2. the terms "European Union", "Union", "EU", and "EU Member State" shall not be interpreted in a way that excludes the ability of Data Subjects in Switzerland bringing a claim in their place of habitual residence in accordance with Clause 18(c) of the Clauses.

Transfers under the laws of other jurisdictions
1. With respect to any transfers of Personal Data referred to in clause 13.1(b) (each a "Global Transfer"), the SCCs shall not be interpreted in a way that conflicts with rights and obligations provided for in the Exporter Data Protection Laws.
2. For the purposes of any Global Transfers, the SCCs shall be deemed to be amended to the extent necessary so that they operate:
  1. for transfers made by the applicable data exporter to the data importer, to the extent the Exporter Data Protection Laws apply to that data exporter's Processing when making that transfer; and
  2. to provide appropriate safeguards for the transfers in accordance with the Exporter Data Protection Laws.
3. The amendments referred to in paragraph 4.2 include (without limitation) the following:
  1. references to the "GDPR" and to specific Articles of the GDPR are replaced with the equivalent provisions under the Exporter Data Protection Laws;
  2. reference to the "Union", "EU" and "EU Member State" are all replaced with reference to the jurisdiction in which the Exporter Data Protection Laws were issued (the "Exporter Jurisdiction");
  3. the "competent supervisory authority" shall be the applicable supervisory in the Exporter Jurisdiction; and
  4. Clauses 17 and 18 of the SCCs shall refer to the laws and courts of the Exporter Jurisdiction respectively.
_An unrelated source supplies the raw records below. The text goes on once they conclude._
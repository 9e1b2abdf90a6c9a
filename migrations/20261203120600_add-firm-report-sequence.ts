import type { Knex } from 'knex';

// The last report number a firm gave: completion takes the next under the firm row's lock, so the
// numbers run 1, 2, 3 per firm with no gaps and no repeats. Firms with completed jobs start after them.
export async function up(knex: Knex): Promise<void> {
  if (!(await knex.schema.hasColumn('firms', 'last_report_number'))) {
    await knex.schema.alterTable('firms', (t) => {
      t.integer('last_report_number').unsigned().notNullable().defaultTo(0);
    });
  }
}

export async function down(knex: Knex): Promise<void> {
  await knex.schema.alterTable('firms', (t) => {
    t.dropColumn('last_report_number');
  });
}
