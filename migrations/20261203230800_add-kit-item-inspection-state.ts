import type { Knex } from 'knex';

// Each item keeps its last inspection and its uses since it (issue 16), so the kits pages read them as plain
// columns instead of two correlated counts per item: last_inspected_on (the latest inspection day),
// last_inspection_at (when the latest inspection was recorded; uses after it count) and uses_since_inspection
// (check-ins and completed-job uses since then; DEVELOPERS.md, Product rules: inspection due). The next migration
// keeps them current; here they are added and filled from the records.
export async function up(knex: Knex): Promise<void> {
  await knex.schema.alterTable('kit_items', (t) => {
    t.date('last_inspected_on').nullable();
    t.timestamp('last_inspection_at', { precision: 3 }).nullable();
    t.integer('uses_since_inspection').unsigned().notNullable().defaultTo(0);
  });
  await knex.raw(`
    UPDATE kit_items i
    LEFT JOIN (
      SELECT firm_id, item_id, MAX(inspected_on) AS last_on, MAX(created_at) AS last_at
      FROM inspections GROUP BY firm_id, item_id
    ) li ON li.firm_id = i.firm_id AND li.item_id = i.id
    SET i.last_inspected_on = li.last_on, i.last_inspection_at = li.last_at`);
  await knex.raw(`
    UPDATE kit_items i SET i.uses_since_inspection =
      (SELECT COUNT(*) FROM custody_events e
        WHERE e.firm_id = i.firm_id AND e.item_id = i.id AND e.action = 'check_in'
          AND e.created_at > COALESCE(i.last_inspection_at, '1970-01-01'))
      + (SELECT COUNT(*) FROM kit_item_uses ku
        WHERE ku.firm_id = i.firm_id AND ku.item_id = i.id AND ku.used_at > COALESCE(i.last_inspection_at, '1970-01-01'))`);
}

export async function down(knex: Knex): Promise<void> {
  await knex.schema.alterTable('kit_items', (t) => {
    t.dropColumn('last_inspected_on');
    t.dropColumn('last_inspection_at');
    t.dropColumn('uses_since_inspection');
  });
}
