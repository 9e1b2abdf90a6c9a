import { existsSync, mkdirSync, readFileSync, renameSync, rmSync, statSync, writeFileSync } from 'node:fs';
import { join } from 'node:path';
import { spawn } from 'node:child_process';
import {
  databaseCharset,
  databaseCollation,
  killMariadb,
  mariadbErrorLog,
  mariadbIsUp,
  mariadbSocket,
  runMariadbSql,
  stopMariadb,
} from '@heatfleet/devstack/src/mariadb.ts';
import { capture, findExecutable, isAlive, lastLines, waitUntil } from '@heatfleet/devstack/src/processes.ts';
import { cluster, type GaleraNode } from './cluster-profile.ts';

const provider = '/usr/lib/galera/libgalera_smm.so';

/**
 * Each node's settings. A few are what Galera needs of every server (MariaDB Knowledge Base, "Configuring MariaDB
 * Galera Cluster": row-based binary log format, InnoDB, interleaved auto-increment locks); wsrep_sync_wait=1 makes
 * every read wait until the node has applied everything the cluster committed before it (a causal read), so a
 * node that has just taken over the writes, or one that was cut off, never answers from an older state.
 */
function nodeArgs(node: GaleraNode): string[] {
  const members = cluster.galera.map((n) => `127.0.0.1:${n.gcommPort}`).join(',');
  return [
    // As root the rsync state transfer drops its rights and fails: the nodes run as mysql, in folders it owns.
    '--user=mysql',
    '--wsrep-on=ON',
    `--wsrep-provider=${provider}`,
    `--wsrep-cluster-name=${cluster.clusterName}`,
    `--wsrep-cluster-address=gcomm://${members}`,
    `--wsrep-node-name=${node.name}`,
    '--wsrep-node-address=127.0.0.1',
    `--wsrep-node-incoming-address=127.0.0.1:${node.sqlPort}`,
    `--wsrep-provider-options=gmcast.listen_addr=tcp://127.0.0.1:${node.gcommPort};ist.recv_addr=127.0.0.1:${node.istPort};gcache.size=128M`,
    '--wsrep-sst-method=rsync',
    `--wsrep-sst-receive-address=127.0.0.1:${node.sstPort}`,
    '--wsrep-sync-wait=1',
    '--binlog-format=ROW',
    '--default-storage-engine=InnoDB',
    '--innodb-autoinc-lock-mode=2',
    '--innodb-buffer-pool-size=96M',
    '--performance-schema=OFF',
    // Under Galera every node logs like a binary-log source, so routines and triggers made by the app's user (the
    // migrations) need this, as on any server with a binary log (MariaDB Knowledge Base, "Binary Logging of
    // Stored Routines").
    '--log-bin-trust-function-creators=ON',
  ];
}

async function chownToMysql(dir: string): Promise<void> {
  const result = await capture('chown', ['-R', 'mysql:mysql', dir]);
  if (result.code !== 0) throw new Error(`chown mysql ${dir} failed: ${result.stderr.trim()}`);
}

/** Initialises the node's folder once (as the mysql user); a folder holding mysql/ is kept as it is. */
export async function initialiseNode(node: GaleraNode): Promise<boolean> {
  if (existsSync(join(node.dataDir, 'mysql'))) return false;
  const staging = `${node.dataDir}.initialising`;
  rmSync(staging, { recursive: true, force: true });
  mkdirSync(staging, { recursive: true });
  await chownToMysql(staging);
  const result = await capture(
    findExecutable('mariadb-install-db'),
    [
      '--no-defaults',
      '--user=mysql',
      `--datadir=${staging}`,
      '--auth-root-authentication-method=socket',
      '--skip-test-db',
    ],
    { timeoutMs: 120_000 },
  );
  if (result.code !== 0) throw new Error(`mariadb-install-db failed for ${node.name}: ${result.stderr.trim()}`);
  rmSync(node.dataDir, { recursive: true, force: true });
  renameSync(staging, node.dataDir);
  await chownToMysql(node.dataDir);
  return true;
}

export function grastate(node: GaleraNode): { seqno: number; safeToBootstrap: boolean } | null {
  const file = join(node.dataDir, 'grastate.dat');
  if (!existsSync(file)) return null;
  const text = readFileSync(file, 'utf8');
  return {
    seqno: Number(/^seqno:\s*(-?\d+)/m.exec(text)?.[1] ?? -1),
    safeToBootstrap: /^safe_to_bootstrap:\s*1/m.test(text),
  };
}

/**
 * Which node starts a new primary component when none is running: the one Galera marked safe (the last to leave
 * cleanly); after a crash of all three, the one with the highest committed seqno, marked safe by hand as
 * Galera's documentation says to. A fresh cluster starts from the first node.
 */
export function chooseBootstrapNode(): GaleraNode {
  const states = cluster.galera.map((node) => ({ node, state: grastate(node) }));
  const safe = states.find((s) => s.state?.safeToBootstrap === true);
  if (safe) return safe.node;
  const known = states.filter((s) => s.state !== null).sort((a, b) => b.state!.seqno - a.state!.seqno);
  const chosen = known[0]?.node ?? cluster.galera[0]!;
  const file = join(chosen.dataDir, 'grastate.dat');
  if (existsSync(file))
    writeFileSync(file, readFileSync(file, 'utf8').replace(/^safe_to_bootstrap:\s*0/m, 'safe_to_bootstrap: 1'));
  return chosen;
}

export async function nodeIsUp(node: GaleraNode): Promise<boolean> {
  return mariadbIsUp(node);
}

/** The node's wsrep status variables (wsrep_local_state, wsrep_cluster_status, wsrep_cluster_size, ...). */
export async function wsrepStatus(node: GaleraNode): Promise<Record<string, string>> {
  const out = await runMariadbSql(node, "SHOW GLOBAL STATUS LIKE 'wsrep%';");
  const status: Record<string, string> = {};
  for (const line of out.split('\n')) {
    const [key, value] = line.split('\t');
    if (key) status[key.toLowerCase()] = value ?? '';
  }
  return status;
}

export async function isSynced(node: GaleraNode): Promise<boolean> {
  try {
    const s = await wsrepStatus(node);
    return s.wsrep_local_state === '4' && s.wsrep_cluster_status === 'Primary' && s.wsrep_ready === 'ON';
  } catch {
    return false;
  }
}

function serverArgs(node: GaleraNode): string[] {
  return [
    '--no-defaults',
    `--datadir=${node.dataDir}`,
    `--socket=${mariadbSocket(node)}`,
    `--port=${node.sqlPort}`,
    '--bind-address=127.0.0.1',
    `--pid-file=${join(node.dataDir, 'mariadbd.pid')}`,
    `--log-error=${mariadbErrorLog(node)}`,
    `--character-set-server=${databaseCharset}`,
    `--collation-server=${databaseCollation}`,
    '--default-time-zone=+00:00',
    '--skip-name-resolve',
    ...nodeArgs(node),
  ];
}

/**
 * After a crash (kill -9) grastate.dat holds seqno -1: the node does not know how far it got, and would ask for a
 * full copy (SST). Recovering the position from InnoDB first, as Debian's galera_recovery does, lets it ask for
 * only the write sets it missed (IST) from a donor's gcache.
 */
async function recoverPosition(node: GaleraNode): Promise<string | null> {
  const state = grastate(node);
  if (state === null || state.seqno !== -1) return null;
  const log = join(node.dataDir, 'wsrep-recover.log');
  rmSync(log, { force: true });
  const args = serverArgs(node).map((arg) => (arg.startsWith('--log-error=') ? `--log-error=${log}` : arg));
  await capture(findExecutable('mariadbd'), [...args, '--wsrep-recover'], { timeoutMs: 120_000 });
  if (!existsSync(log)) return null;
  const text = readFileSync(log, 'utf8');
  const found = [...text.matchAll(/WSREP: Recovered position: ([0-9a-f-]{36}:-?\d+)/g)].pop();
  return found?.[1] ?? null;
}

/** Starts one node: a new cluster from it (bootstrap), or joining the running ones; waits until it is Synced. */
export async function startNode(node: GaleraNode, options: { bootstrap: boolean }): Promise<{ ms: number }> {
  const began = Date.now();
  await initialiseNode(node);
  await chownToMysql(node.dataDir);
  // Spawned here, not by devstack's startMariadb: that one passes --user=root first, and the rsync state transfer
  // takes the first --user it finds among the server's arguments.
  const position = await recoverPosition(node);
  const child = spawn(
    findExecutable('mariadbd'),
    [
      ...serverArgs(node),
      ...(position !== null ? [`--wsrep-start-position=${position}`] : []),
      ...(options.bootstrap ? ['--wsrep-new-cluster'] : []),
    ],
    { detached: true, stdio: 'ignore' },
  );
  let exitNote: string | null = null;
  child.on('exit', (code, signal) => (exitNote = `mariadbd exited (${signal ?? `code ${code}`})`));
  child.unref();
  try {
    await waitUntil(`${node.name} on port ${node.sqlPort}`, () => mariadbIsUp(node), {
      timeoutMs: 300_000,
      intervalMs: 250,
      failEarly: () => exitNote,
    });
  } catch (error) {
    throw new Error(`${(error as Error).message}\nLast lines of ${errorLog(node)}:\n${lastLines(errorLog(node), 15)}`, {
      cause: error,
    });
  }
  await waitUntil(`${node.name} synced`, () => isSynced(node), { timeoutMs: 300_000, intervalMs: 250 });
  return { ms: Date.now() - began };
}

export function nodePid(node: GaleraNode): number | null {
  try {
    const pid = Number(readFileSync(join(node.dataDir, 'mariadbd.pid'), 'utf8').trim());
    return Number.isInteger(pid) && pid > 0 && isAlive(pid) ? pid : null;
  } catch {
    return null;
  }
}

export function stopNode(node: GaleraNode): Promise<void> {
  return stopMariadb(node, 60_000);
}

export function killNode(node: GaleraNode): Promise<void> {
  return killMariadb(node);
}

export function errorLog(node: GaleraNode): string {
  return mariadbErrorLog(node);
}

/** The size of the error log now, so what a node writes from here on can be read alone. */
export function errorLogMark(node: GaleraNode): number {
  try {
    return statSync(errorLog(node)).size;
  } catch {
    return 0;
  }
}

export function errorLogSince(node: GaleraNode, mark: number): string {
  try {
    return readFileSync(errorLog(node)).subarray(mark).toString('utf8');
  } catch {
    return '';
  }
}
4. Where, at any time during Processor's Processing of Covered Data under this DPA, a transfer mechanism other than the SCCs is approved under the Exporter Data Protection Laws with respect to transfers of Covered Data by Controller to Processor, the Parties shall promptly enter into a supplementary agreement that:
  1. incorporates any standard data protection clauses or another transfer mechanism formally adopted by the relevant authority in the Exporter Jurisdiction;
  2. incorporates the details of Processing set out in Schedule 1; and
  3. shall, with respect to the transfer of Personal Data subject to the Exporter Data Protection Laws, take precedence over this DPA in the event of any conflict.
5. Where required under the Exporter Data Protection Laws, the relevant data exporter shall file a copy of the agreement entered into in accordance with paragraph 4.4 with the relevant national authority.